Collected data:

──────────────────────────────

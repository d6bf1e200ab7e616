import { measureLine } from '../geometry/measured-line'
import type { Millimetres } from '../units'
import type { Path, PathStep } from './display-list'
import { flatten, polyline } from './paths'

/** Fewest dashes a dashed line may be cut into: with one it would look certain. */
const FEWEST_DASHES = 2

/** A path cut into its dashes. Each part of it starts and ends in a whole dash: the pattern is stretched or shrunk a little
 *  to fit, never cut. A part too short for two dashes of half their size is drawn whole.
 *  @param pattern lengths drawn and left out in turn, an even number of them */
export function cutDashes(path: Path, pattern: readonly Millimetres[]): Path {
  const period = pattern.reduce((sum, piece) => sum + piece, 0)
  const first = pattern[0] ?? 0
  if (pattern.length === 0 || pattern.length % 2 === 1 || period <= 0) {
    throw new RangeError('A dash pattern needs pairs of a drawn and a left out length.')
  }
  return flatten(path).flatMap((part): PathStep[] => {
    const line = measureLine(part)
    const repeats = Math.max(FEWEST_DASHES - 1, Math.round((line.length - first) / period))
    const fit = line.length / (repeats * period + first)
    if (fit < 0.5) return polyline(part)
    return dashStarts(pattern, repeats, fit).flatMap(([from, to]) =>
      polyline(line.slice(from, Math.min(to, line.length))),
    )
  })
}

/** From where to where each dash runs, the last one closing the line. */
function dashStarts(pattern: readonly Millimetres[], repeats: number, fit: number): [number, number][] {
  const dashes: [number, number][] = []
  let at = 0
  for (let repeat = 0; repeat < repeats; repeat++) {
    for (let index = 0; index < pattern.length; index += 2) {
      const drawn = (pattern[index] ?? 0) * fit
      dashes.push([at, at + drawn])
      at += drawn + (pattern[index + 1] ?? 0) * fit
    }
  }
  dashes.push([at, at + (pattern[0] ?? 0) * fit])
  return dashes
}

──────────────────────────────

§ **Exercise**
Only the lines from the one with "dashes.push([at, at + drawn])" through the last line above should be restated, word for word.

§ **Task output**
      dashes.push([at, at + drawn])
      at += drawn + (pattern[index + 1] ?? 0) * fit
    }
  }
  dashes.push([at, at + (pattern[0] ?? 0) * fit])
  return dashes
}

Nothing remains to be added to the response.